== Record excerpts ==

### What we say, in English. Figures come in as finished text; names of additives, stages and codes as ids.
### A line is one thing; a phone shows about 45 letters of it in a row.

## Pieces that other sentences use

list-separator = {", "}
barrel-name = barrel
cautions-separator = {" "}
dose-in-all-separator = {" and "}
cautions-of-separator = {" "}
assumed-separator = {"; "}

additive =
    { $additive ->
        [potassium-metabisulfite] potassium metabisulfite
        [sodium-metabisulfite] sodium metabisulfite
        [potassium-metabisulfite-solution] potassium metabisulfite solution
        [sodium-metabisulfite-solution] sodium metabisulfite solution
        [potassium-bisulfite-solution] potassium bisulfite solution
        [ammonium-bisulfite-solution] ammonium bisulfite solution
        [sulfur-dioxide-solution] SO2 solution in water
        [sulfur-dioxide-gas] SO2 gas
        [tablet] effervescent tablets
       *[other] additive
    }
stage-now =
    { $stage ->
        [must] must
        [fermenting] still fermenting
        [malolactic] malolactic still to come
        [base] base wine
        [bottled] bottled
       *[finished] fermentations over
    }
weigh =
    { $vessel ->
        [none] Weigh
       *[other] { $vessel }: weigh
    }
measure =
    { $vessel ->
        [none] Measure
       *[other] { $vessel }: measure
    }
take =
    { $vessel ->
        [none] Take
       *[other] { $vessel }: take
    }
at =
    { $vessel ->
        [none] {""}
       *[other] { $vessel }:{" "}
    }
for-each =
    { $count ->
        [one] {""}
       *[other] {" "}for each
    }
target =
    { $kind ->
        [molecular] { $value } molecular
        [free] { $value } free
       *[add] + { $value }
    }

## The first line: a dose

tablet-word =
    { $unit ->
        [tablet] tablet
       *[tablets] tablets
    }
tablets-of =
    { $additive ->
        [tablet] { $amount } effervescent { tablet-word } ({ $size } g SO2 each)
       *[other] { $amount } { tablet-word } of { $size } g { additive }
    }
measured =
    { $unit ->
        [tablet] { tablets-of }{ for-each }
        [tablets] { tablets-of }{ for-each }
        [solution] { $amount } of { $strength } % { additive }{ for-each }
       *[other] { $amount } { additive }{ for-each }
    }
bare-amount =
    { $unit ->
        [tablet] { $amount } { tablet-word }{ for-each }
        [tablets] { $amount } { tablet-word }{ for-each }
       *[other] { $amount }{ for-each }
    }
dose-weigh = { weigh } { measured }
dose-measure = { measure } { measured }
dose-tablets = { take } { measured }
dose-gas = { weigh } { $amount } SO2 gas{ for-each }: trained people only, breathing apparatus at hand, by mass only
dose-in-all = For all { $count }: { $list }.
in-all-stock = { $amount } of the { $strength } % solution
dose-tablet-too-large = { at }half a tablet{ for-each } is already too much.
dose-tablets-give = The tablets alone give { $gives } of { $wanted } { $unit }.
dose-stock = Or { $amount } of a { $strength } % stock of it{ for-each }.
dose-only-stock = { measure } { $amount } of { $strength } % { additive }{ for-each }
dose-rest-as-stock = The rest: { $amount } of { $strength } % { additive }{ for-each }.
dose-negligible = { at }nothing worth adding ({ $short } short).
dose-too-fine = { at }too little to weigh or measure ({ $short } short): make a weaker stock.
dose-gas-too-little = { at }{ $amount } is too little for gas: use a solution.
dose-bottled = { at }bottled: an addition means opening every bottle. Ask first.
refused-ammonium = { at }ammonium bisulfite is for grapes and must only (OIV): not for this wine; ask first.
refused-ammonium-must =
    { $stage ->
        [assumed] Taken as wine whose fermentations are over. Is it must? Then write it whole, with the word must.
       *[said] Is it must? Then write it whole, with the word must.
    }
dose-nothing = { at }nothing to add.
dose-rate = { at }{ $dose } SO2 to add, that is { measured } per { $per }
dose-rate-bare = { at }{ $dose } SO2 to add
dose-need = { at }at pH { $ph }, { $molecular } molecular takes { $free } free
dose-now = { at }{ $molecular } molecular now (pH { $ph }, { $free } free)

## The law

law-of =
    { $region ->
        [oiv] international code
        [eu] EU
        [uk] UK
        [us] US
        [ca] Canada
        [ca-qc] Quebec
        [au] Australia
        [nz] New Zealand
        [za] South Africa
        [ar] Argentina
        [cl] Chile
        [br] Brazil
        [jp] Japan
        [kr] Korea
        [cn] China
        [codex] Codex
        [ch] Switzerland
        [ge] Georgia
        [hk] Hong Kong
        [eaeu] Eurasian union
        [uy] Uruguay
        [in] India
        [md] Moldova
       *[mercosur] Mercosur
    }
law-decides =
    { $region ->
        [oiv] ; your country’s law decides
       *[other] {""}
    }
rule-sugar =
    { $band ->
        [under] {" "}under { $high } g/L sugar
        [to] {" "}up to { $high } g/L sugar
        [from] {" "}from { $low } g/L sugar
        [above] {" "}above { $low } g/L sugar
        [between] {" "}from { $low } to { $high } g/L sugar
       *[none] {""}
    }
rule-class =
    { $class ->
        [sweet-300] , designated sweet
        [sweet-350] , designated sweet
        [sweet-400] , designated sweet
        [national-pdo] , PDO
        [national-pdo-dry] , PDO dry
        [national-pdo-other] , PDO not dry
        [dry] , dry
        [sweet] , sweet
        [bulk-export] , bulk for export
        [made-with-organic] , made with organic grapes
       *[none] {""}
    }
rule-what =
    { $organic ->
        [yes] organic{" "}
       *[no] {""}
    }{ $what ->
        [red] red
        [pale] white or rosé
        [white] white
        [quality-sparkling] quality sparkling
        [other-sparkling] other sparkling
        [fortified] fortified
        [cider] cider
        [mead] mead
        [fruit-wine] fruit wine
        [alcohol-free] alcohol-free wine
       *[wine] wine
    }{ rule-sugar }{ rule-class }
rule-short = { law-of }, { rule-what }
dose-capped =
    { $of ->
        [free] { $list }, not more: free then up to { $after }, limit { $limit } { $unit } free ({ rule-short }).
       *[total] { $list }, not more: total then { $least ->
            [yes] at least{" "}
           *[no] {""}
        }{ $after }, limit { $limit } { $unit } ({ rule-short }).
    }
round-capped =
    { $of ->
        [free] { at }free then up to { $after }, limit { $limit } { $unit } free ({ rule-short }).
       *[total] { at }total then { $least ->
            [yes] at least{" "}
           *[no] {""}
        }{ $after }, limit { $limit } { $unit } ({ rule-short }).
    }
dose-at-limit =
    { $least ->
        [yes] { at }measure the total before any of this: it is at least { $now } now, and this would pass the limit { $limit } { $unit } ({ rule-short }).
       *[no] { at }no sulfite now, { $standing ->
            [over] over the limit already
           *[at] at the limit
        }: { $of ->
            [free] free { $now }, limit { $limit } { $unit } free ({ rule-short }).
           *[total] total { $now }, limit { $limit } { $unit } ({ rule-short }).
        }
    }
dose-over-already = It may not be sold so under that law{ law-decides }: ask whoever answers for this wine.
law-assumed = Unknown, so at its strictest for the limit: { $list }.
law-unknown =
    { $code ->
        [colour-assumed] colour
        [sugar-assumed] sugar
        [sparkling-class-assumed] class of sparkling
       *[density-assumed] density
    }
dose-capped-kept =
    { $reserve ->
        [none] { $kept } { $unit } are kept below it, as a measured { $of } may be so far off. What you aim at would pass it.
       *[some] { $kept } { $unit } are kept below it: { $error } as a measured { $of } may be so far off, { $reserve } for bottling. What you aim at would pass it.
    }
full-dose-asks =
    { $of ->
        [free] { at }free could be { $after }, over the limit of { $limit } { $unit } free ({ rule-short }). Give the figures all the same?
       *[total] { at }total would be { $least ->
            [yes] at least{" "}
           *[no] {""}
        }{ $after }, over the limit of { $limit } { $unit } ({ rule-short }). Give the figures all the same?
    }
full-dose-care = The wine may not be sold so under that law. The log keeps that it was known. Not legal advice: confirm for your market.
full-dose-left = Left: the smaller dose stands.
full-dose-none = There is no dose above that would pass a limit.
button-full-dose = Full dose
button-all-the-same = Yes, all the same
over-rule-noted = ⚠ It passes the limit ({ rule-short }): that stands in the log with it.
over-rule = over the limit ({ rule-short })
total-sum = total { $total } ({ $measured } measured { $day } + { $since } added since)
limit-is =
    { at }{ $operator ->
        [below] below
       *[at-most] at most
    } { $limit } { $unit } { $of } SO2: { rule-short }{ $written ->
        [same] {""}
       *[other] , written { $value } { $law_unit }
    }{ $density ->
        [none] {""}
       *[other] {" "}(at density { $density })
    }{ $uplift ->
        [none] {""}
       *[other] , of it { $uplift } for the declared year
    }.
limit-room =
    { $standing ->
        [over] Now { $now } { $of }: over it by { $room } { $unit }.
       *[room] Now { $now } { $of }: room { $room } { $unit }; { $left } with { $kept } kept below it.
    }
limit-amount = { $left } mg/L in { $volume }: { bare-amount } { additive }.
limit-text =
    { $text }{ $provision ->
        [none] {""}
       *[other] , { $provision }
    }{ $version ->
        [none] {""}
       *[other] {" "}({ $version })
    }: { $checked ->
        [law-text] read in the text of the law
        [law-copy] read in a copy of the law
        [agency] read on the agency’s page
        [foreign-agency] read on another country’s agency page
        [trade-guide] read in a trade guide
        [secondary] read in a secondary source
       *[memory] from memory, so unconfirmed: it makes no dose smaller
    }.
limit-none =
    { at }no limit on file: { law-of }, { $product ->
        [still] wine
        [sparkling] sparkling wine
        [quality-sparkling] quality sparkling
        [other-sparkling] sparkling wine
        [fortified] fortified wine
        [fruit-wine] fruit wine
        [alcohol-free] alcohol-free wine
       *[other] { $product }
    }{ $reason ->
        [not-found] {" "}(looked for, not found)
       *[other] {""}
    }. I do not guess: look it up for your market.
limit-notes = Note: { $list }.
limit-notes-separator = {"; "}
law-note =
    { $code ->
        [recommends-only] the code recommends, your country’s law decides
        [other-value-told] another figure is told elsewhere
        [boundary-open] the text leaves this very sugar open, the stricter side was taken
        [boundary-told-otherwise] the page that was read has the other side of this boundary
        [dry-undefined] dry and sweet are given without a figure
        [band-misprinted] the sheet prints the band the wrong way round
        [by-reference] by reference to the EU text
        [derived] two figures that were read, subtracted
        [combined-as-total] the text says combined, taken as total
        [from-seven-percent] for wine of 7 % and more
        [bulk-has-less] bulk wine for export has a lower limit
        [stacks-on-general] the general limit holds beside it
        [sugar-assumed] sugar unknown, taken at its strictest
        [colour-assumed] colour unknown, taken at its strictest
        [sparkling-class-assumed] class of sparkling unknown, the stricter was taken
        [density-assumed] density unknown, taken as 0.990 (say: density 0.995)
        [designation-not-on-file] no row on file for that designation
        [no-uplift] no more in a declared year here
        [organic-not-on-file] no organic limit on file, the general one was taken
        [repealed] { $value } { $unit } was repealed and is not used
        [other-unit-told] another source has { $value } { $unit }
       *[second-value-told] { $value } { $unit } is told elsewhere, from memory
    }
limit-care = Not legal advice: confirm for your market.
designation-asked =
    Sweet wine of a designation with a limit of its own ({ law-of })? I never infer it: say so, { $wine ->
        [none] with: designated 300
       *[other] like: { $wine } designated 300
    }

===

→ **What this task involves**:
Beginning at the line with "by mass only" and ending at the line with "use a solution.", reproduce each line of the data above exactly, and add no other lines.

→ **Written response**:
dose-gas = { weigh } { $amount } SO2 gas{ for-each }: trained people only, breathing apparatus at hand, by mass only
dose-in-all = For all { $count }: { $list }.
in-all-stock = { $amount } of the { $strength } % solution
dose-tablet-too-large = { at }half a tablet{ for-each } is already too much.
dose-tablets-give = The tablets alone give { $gives } of { $wanted } { $unit }.
dose-stock = Or { $amount } of a { $strength } % stock of it{ for-each }.
dose-only-stock = { measure } { $amount } of { $strength } % { additive }{ for-each }
dose-rest-as-stock = The rest: { $amount } of { $strength } % { additive }{ for-each }.
dose-negligible = { at }nothing worth adding ({ $short } short).
dose-too-fine = { at }too little to weigh or measure ({ $short } short): make a weaker stock.
dose-gas-too-little = { at }{ $amount } is too little for gas: use a solution.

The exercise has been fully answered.